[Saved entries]
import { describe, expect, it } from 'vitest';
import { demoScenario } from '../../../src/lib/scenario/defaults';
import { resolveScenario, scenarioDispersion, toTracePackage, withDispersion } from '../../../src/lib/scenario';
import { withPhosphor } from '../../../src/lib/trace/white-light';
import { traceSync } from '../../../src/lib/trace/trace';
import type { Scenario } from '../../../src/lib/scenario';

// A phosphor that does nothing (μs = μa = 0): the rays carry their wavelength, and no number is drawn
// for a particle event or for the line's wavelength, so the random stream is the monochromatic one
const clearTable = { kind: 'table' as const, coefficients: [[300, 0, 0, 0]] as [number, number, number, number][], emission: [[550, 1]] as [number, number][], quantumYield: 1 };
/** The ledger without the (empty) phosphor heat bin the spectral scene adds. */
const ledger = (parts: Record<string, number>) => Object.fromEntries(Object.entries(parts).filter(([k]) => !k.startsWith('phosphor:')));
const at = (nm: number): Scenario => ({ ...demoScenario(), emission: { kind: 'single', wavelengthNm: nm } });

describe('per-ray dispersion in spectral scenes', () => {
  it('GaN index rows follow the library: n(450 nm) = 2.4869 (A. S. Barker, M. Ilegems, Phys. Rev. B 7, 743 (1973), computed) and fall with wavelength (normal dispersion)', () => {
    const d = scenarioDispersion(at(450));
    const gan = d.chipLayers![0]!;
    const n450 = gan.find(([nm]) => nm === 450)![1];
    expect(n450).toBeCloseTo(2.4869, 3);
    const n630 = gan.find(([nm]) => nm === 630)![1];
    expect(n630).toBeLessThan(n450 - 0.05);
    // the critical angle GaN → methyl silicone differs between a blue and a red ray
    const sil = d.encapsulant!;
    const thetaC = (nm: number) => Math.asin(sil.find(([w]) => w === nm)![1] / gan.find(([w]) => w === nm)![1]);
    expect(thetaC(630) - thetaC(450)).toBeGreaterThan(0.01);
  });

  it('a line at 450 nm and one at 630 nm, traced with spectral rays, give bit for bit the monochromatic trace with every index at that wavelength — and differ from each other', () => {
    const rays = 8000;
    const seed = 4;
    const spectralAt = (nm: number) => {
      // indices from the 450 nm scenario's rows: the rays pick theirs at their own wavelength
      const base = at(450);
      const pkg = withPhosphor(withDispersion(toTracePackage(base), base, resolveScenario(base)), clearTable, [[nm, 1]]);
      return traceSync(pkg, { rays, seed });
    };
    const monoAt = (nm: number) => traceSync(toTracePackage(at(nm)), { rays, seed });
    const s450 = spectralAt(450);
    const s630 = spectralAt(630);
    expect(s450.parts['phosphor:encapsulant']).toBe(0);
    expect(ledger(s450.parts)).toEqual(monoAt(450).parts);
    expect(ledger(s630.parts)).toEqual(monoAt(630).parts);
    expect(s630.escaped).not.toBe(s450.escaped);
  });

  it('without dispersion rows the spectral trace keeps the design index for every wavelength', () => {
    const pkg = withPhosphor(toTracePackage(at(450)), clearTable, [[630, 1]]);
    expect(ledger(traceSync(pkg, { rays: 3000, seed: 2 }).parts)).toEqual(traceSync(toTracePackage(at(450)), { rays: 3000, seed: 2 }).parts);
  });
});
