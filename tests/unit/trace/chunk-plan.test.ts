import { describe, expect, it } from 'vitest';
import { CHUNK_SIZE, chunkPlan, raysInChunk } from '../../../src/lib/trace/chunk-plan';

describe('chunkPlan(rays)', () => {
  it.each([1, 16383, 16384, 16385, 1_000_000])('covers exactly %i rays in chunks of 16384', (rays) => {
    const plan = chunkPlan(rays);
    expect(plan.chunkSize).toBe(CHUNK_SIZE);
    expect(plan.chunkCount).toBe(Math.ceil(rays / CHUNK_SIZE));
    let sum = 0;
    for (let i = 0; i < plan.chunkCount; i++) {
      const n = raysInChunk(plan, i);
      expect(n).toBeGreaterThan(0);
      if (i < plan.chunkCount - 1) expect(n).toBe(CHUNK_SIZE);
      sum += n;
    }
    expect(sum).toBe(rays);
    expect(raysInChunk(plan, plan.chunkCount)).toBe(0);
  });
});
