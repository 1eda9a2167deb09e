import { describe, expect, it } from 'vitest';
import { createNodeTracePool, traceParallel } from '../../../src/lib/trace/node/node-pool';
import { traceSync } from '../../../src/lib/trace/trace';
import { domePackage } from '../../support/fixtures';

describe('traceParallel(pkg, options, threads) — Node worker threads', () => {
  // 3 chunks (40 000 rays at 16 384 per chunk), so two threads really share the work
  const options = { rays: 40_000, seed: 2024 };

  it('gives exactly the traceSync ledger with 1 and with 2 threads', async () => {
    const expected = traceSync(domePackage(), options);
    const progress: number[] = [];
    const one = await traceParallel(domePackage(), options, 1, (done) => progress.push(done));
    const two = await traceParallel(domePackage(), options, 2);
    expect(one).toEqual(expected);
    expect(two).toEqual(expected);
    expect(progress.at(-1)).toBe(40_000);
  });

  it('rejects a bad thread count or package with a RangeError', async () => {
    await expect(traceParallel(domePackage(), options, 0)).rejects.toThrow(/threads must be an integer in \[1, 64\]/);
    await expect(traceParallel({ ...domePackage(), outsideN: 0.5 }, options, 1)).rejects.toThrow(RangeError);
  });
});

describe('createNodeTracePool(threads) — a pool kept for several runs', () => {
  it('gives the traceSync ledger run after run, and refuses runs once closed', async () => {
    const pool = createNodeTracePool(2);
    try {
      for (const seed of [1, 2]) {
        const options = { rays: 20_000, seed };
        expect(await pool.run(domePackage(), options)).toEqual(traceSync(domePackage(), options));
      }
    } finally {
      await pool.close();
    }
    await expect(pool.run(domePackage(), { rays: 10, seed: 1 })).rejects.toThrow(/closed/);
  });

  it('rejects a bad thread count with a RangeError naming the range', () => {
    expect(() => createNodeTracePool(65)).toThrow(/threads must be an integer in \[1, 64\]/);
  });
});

→ What this task involves: In the data above, copy every line where the string "gives" appears.

→ Response area:
  it('gives exactly the traceSync ledger with 1 and with 2 threads', async () => {
  it('gives the traceSync ledger run after run, and refuses runs once closed', async () => {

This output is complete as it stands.